How do you prove that $a + 1 = b$ in a field with 4 elements?

Question

I have a Field with 4 distinct elements {$0, 1, a, b$}. And because $a \cdot b \neq a$, and vice versa, I have filled the $\cdot$ table as: $$ \begin{matrix} \mathbf\cdot & \mathbf0 & \mathbf1 & \mathbf{a} & \mathbf{b} \\ \mathbf0 & 0 & 0 & 0 & 0 \\ \mathbf1 & 0 & 1 & a & b \\ \mathbf{a} & 0 & a & b & 1\\ \mathbf{b} & 0 & b & 1 & a\\ \end{matrix} $$

Now to fill the $+$ table, I can't figure out how to prove by contradiction that $a + 1 = b$, and similarly, $b + 1 = a$.

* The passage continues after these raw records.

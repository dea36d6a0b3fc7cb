"""Transfer functions at any s: in closed form, and near s = 0, where that would lose its digits, by power series.

The gap's answers are analytic around s = 0 out to its slowest eigenvalue.  Their power series come from a circle half
way out (Cauchy), the first coefficient from the steady flow itself, so that sums that vanish in steady flow do so here.
"""

from __future__ import annotations

from functools import lru_cache

import numpy as np

from transient.series.gapshape import GapShape
from transient.series.modes import modes
from transient.series.steady import steady_flow
from transient.series.transfer import velocity_transfer, wall_transfer

_CIRCLE = 64  # points: the next coefficient that they mistake is 2^-64 of its own
_TERMS = 30
_RADIUS, _NEAR = 0.5, 0.15  # of the slowest eigenvalue: 30 powers of 0.15 leave 2e-25


def wall_response(shape: GapShape, s: np.ndarray) -> np.ndarray:
    """(S, 3, 3) as ``wall_transfer``, for all s off the negative axis."""
    return _anywhere(shape, s, None)


def velocity_response(shape: GapShape, s: np.ndarray, y: np.ndarray) -> np.ndarray:
    """(S, 3, k) as ``velocity_transfer``, for all s off the negative axis."""
    return _anywhere(shape, s, tuple(y.tolist()))


def _anywhere(shape: GapShape, s: np.ndarray, y: tuple[float, ...] | None) -> np.ndarray:
    if shape.unrestrained:
        return _closed_form(shape, s, y)
    near = np.abs(s) < _NEAR * _slowest(shape)
    if not near.any():
        return _closed_form(shape, s, y)
    series = _series(shape, y)
    out = np.empty((len(s), 3, series.shape[2]), complex)
    total = np.zeros((int(near.sum()), 3, series.shape[2]), complex)
    for coefficient in series[::-1]:
        total = total * s[near, None, None] + coefficient
    out[near] = total
    if not near.all():
        out[~near] = _closed_form(shape, s[~near], y)
    return out


def _closed_form(shape: GapShape, s: np.ndarray, y: tuple[float, ...] | None) -> np.ndarray:
    return wall_transfer(shape, s) if y is None else velocity_transfer(shape, s, np.array(y))


def _slowest(shape: GapShape) -> float:
    return float(modes(shape, 2).rate[0])


@lru_cache(maxsize=32)
def _series(shape: GapShape, y: tuple[float, ...] | None) -> np.ndarray:
    """(TERMS, 3, Q) power series."""
    circle = _RADIUS * _slowest(shape) * np.exp(2j * np.pi * (np.arange(_CIRCLE) + 0.5) / _CIRCLE)
    powers = circle[None, :] ** -np.arange(_TERMS)[:, None]
    out = np.einsum("ks,siq->kiq", powers, _closed_form(shape, circle, y)).real / _CIRCLE
    steady = steady_flow(shape)
    if y is None:
        out[0] = np.concatenate([steady.stress(), steady.mean()[:, None]], axis=1)
    else:
        out[0] = steady.velocity(np.array(y))
    return out
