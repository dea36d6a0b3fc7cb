"""Flow between ends that hold nothing back (shear-free, or an axis): all of it moves as one, driven by the pressure."""

from __future__ import annotations

from dataclasses import dataclass

import numpy as np

from transient.gap.problem import PRESSURE, Inputs, Problem
from transient.series.gapshape import SeriesError
from transient.series.located import Located
from transient.series.recursion import divided_exponential

# Round-off of the sums over pieces, relative to their terms.
_TRUST = 1e-14


@dataclass(frozen=True, eq=False)
class UniformFlow(Located):
    """density dw/dt = G(t): the same questions as a ``Solution`` answers, from rest."""

    problem: Problem
    pressure: Inputs
    starts: np.ndarray
    gained: np.ndarray
    reach: np.ndarray

    @classmethod
    def of(cls, problem: Problem, inputs: Inputs) -> UniformFlow:
        """Sum the momentum over the pieces.  Raises SeriesError for a start from a steady flow that does not exist."""
        if inputs.before[PRESSURE] != 0.0:
            raise SeriesError("no wall holds the fluid back, so there is no steady flow to start from")
        pieces = np.arange(len(inputs.starts) - 1)
        steps, sizes = _impulse(inputs, pieces, np.diff(inputs.starts))
        gained, reach = (np.concatenate([[0.0], np.cumsum(part)]) for part in (steps, sizes))
        return cls(problem, inputs, inputs.starts, gained, reach)

    def stress(self, piece: np.ndarray, offset: np.ndarray) -> tuple[np.ndarray, np.ndarray]:
        """(n, 2) zeros, exactly."""
        zero = np.zeros((len(np.atleast_1d(piece)), 2))
        return zero, zero.copy()

    def stress_and_mean(self, piece: np.ndarray, offset: np.ndarray) -> tuple[np.ndarray, np.ndarray]:
        """(n, 3) stresses and mean velocity in one go, and their bounds (n, 3)."""
        stress, none = self.stress(piece, offset)
        mean, bound = self.mean(piece, offset)
        return np.column_stack([stress, mean]), np.column_stack([none, bound])

    def stress_rate(self, piece: np.ndarray, offset: np.ndarray) -> np.ndarray:
        """(n, 2) zeros."""
        return self.stress(piece, offset)[0]

    def mean(self, piece: np.ndarray, offset: np.ndarray) -> tuple[np.ndarray, np.ndarray]:
        """(n,) velocity, m/s, and its bound (a rotating gap without walls that hold stays at rest)."""
        p, x = np.atleast_1d(piece), np.atleast_1d(np.asarray(offset, dtype=float))
        step, size = _impulse(self.pressure, p, x)
        scale = 0.0 if self.problem.rotating else 1.0 / self.problem.density
        return (self.gained[p] + step) * scale, _TRUST * (self.reach[p] + size) * scale

    def velocity(self, piece: np.ndarray, offset: np.ndarray, r: np.ndarray) -> tuple[np.ndarray, np.ndarray]:
        """(n, k) velocity, the same at every coordinate ``r`` (k,), and its bound (n,)."""
        value, bound = self.mean(piece, offset)
        return np.repeat(value[:, None], len(np.atleast_1d(r)), axis=1), bound


def _impulse(inputs: Inputs, piece: np.ndarray, x: np.ndarray) -> tuple[np.ndarray, np.ndarray]:
    """Integral of G over the first ``x`` of each piece, and the size of its terms, (n,)."""
    terms = inputs.poly[piece, PRESSURE] * x[:, None] ** np.arange(1, 5) / np.arange(1, 5)
    waves = inputs.coeff[piece, PRESSURE].copy()
    for n, k in np.ndindex(waves.shape):
        if waves[n, k] != 0:
            waves[n, k] *= x[n] * divided_exponential(complex(inputs.rate[piece[n], PRESSURE, k] * x[n]))
    return terms.sum(axis=1) + waves.real.sum(axis=1), np.abs(terms).sum(axis=1) + np.abs(waves).sum(axis=1)
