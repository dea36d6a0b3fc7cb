"""The exact flow of one case: stresses, velocities and mean velocity at any instant, each with its own bound."""

from __future__ import annotations

from dataclasses import dataclass

import numpy as np

from transient.gap.problem import Problem
from transient.series.answers import Answer, mode_count, velocity_answer, wall_answer
from transient.series.coupled import ClosedSolution, solve_closed
from transient.series.gapshape import GapShape, SeriesError, shape_of
from transient.series.located import Located
from transient.series.modes import modes
from transient.series.timeline import States, Timeline, evaluate, states, timeline
from transient.series.uniform import UniformFlow

# Share of the sum of magnitudes of an answer's terms that its error stays below: contour, cut of the modes, round-off.
TRUST = 3e-13
ROUNDING = 2e-16
FAINT = 0.3
HAIR = 3e-5


@dataclass(frozen=True, eq=False)
class Solution(Located):
    """An exact solution.  Instants are (piece, offset s) arrays (n,); its pieces begin at ``starts`` (P,) s.

    (p, 0) is the limit from the right at break p, (p, length of p) that from the left at the next.
    ``lead``: pieces before t = 0, which the callers' numbering does not see.
    """

    problem: Problem
    shape: GapShape
    line: Timeline
    at: States
    window: float
    starts: np.ndarray
    lead: int = 0

    def stress_and_mean(self, piece: np.ndarray, offset: np.ndarray) -> tuple[np.ndarray, np.ndarray]:
        """(n, 3) stresses on both walls, Pa, and mean velocity, m/s, in one go, and their bounds (n, 3)."""
        value, bound = self._evaluate(wall_answer(self.shape, self.window, 0), piece, offset)
        scale = np.array([self._stress_scale, self._stress_scale, self.problem.gap if self.problem.rotating else 1.0])
        return value * scale, bound * scale

    def stress(self, piece: np.ndarray, offset: np.ndarray) -> tuple[np.ndarray, np.ndarray]:
        """(n, 2) stress on the lower and upper wall, Pa, and its bound (n, 2); infinite at a jump of a no-slip wall."""
        value, bound = self._evaluate(wall_answer(self.shape, self.window, 0), piece, offset)
        scale = self._stress_scale
        return value[:, :2] * scale, bound[:, :2] * scale

    def stress_rate(self, piece: np.ndarray, offset: np.ndarray) -> np.ndarray:
        """(n, 2) time derivative of the stresses, Pa/s, from the right; meant for offsets > 0."""
        value, _ = self._evaluate(wall_answer(self.shape, self.window, 1), piece, offset)
        return value[:, :2] * self._stress_scale / self.problem.diffusion_time

    def mean(self, piece: np.ndarray, offset: np.ndarray) -> tuple[np.ndarray, np.ndarray]:
        """(n,) mean velocity, m/s, and its bound: section average, or tangential speed over the radius."""
        value, bound = self._evaluate(wall_answer(self.shape, self.window, 0), piece, offset)
        scale = self.problem.gap if self.problem.rotating else 1.0
        return value[:, 2] * scale, bound[:, 2] * scale

    def velocity(self, piece: np.ndarray, offset: np.ndarray, r: np.ndarray) -> tuple[np.ndarray, np.ndarray]:
        """(n, k) velocity (rotating gaps: angular) at coordinates ``r`` (k,) m, and its bound over the gap (n,)."""
        y = np.clip((np.asarray(r, dtype=float) - self.problem.inner) / self.problem.gap, 0.0, 1.0)
        value, bound = self._evaluate(velocity_answer(self.shape, self.window, y), piece, offset)
        # Far from the walls an early answer is smaller than any contour resolves: what is left is of this size.
        speeds = max(np.abs(self.at.left).max(), np.abs(self.at.jump).max())
        return value, bound.max(axis=1, initial=0.0) + TRUST * FAINT * speeds

    def inputs(self, piece: np.ndarray, offset: np.ndarray) -> np.ndarray:
        """(n, 3) lower speed, upper speed, pressure drop per length, Pa/m."""
        p, x = self._instants(piece, offset)
        power = x[:, None] ** np.arange(4.0)
        value = (self.line.poly[p] * power[:, None, :]).sum(axis=2)
        value += (self.line.coeff[p] * np.exp(self.line.exponent[p] * x[:, None, None])).real.sum(axis=2)
        return value * [1.0, 1.0, self.problem.viscosity / self.problem.gap**2]

    @property
    def _stress_scale(self) -> float:
        return self.problem.viscosity / (1.0 if self.problem.rotating else self.problem.gap)

    def _instants(self, piece: np.ndarray, offset: np.ndarray) -> tuple[np.ndarray, np.ndarray]:
        p = np.atleast_1d(np.asarray(piece, dtype=np.int64)) + self.lead
        return p, np.atleast_1d(np.asarray(offset, dtype=float)) / self.problem.diffusion_time

    def _evaluate(self, answer: Answer, piece: np.ndarray, offset: np.ndarray) -> tuple[np.ndarray, np.ndarray]:
        value, size = evaluate(self.line, self.at, answer, *self._instants(piece, offset))
        # Round-off in a nearly closed annulus grows with radius over gap, even in stating the gap itself; around a
        # hair-thin inner cylinder with the curvature.
        a = self.shape.a
        trust = TRUST * (1 + (HAIR / a if a > 0 else 0.0)) + ROUNDING * a + 20 * answer.modes.doubt
        return value, trust * (size + 1e-10 * size.max(axis=1, keepdims=True))


def solve(problem: Problem, until: float, tolerance: float = 1e-9) -> Solution | UniformFlow | ClosedSolution:
    """The exact flow on [0, until).  Raises SeriesError where the case has no series solution.

    ``tolerance`` is what the caller needs, relative to the largest terms; below 1e-12 it is refused.
    """
    if tolerance < 1e-12:
        raise SeriesError(f"the series is summed in double precision; a tolerance of {tolerance:g} is out of its reach")
    if problem.closed:
        return solve_closed(problem, until)
    shape = shape_of(problem)
    inputs = problem.inputs(until)
    if shape.unrestrained:
        return UniformFlow.of(problem, inputs)
    line = timeline(inputs, problem)
    window = line.window()
    return Solution(problem, shape, line, states(line, modes(shape, mode_count(window))), window, inputs.starts)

Any pointers on how to proceed?

EDIT: I'm thinking that the distributive law fits in here somewhere?

Answer 1

If $a+1=a$, then we have $1=0$, impossible.

If $a+1=1$, then we have $a=0$, impossible.

If $a+1=0$, we multiply by $a$ on both sides, getting $a^2+a=0$ or $b+a=0$. So $b=1$, impossible.

Answer 2

One way to look at this problem is to use linear algebra. Let $F$ be the field $\mathbb{Z}/2\mathbb{Z}$. Then $F$ can be identified with a subfield of the field $K$ with four elements. Then $K$ is a vector space over $F$, where vector addition is the usual addition in $K$, and scalar multiplication is the restriction of the usual multiplication in $K$ to only allow the scalars to be in $F$.

A vector space over a field $F$ (or any field) is isomorphic to a direct sum

$$\bigoplus\limits_{i \in X} F$$

for some indexing set $X$. Since $K$ has four elements, it must be isomorphic as vector spaces, and in particular as abelian groups, to

$$\mathbb{Z}/2\mathbb{Z} \oplus \mathbb{Z}/2\mathbb{Z}$$

Now the three nonzero elements $a, b,1$ of $K$ correspond in some order to the elements $(1,0);(0,1);(1,1)$. Your conclusion follows from the observation that if you add any two of these elements together, you get the third.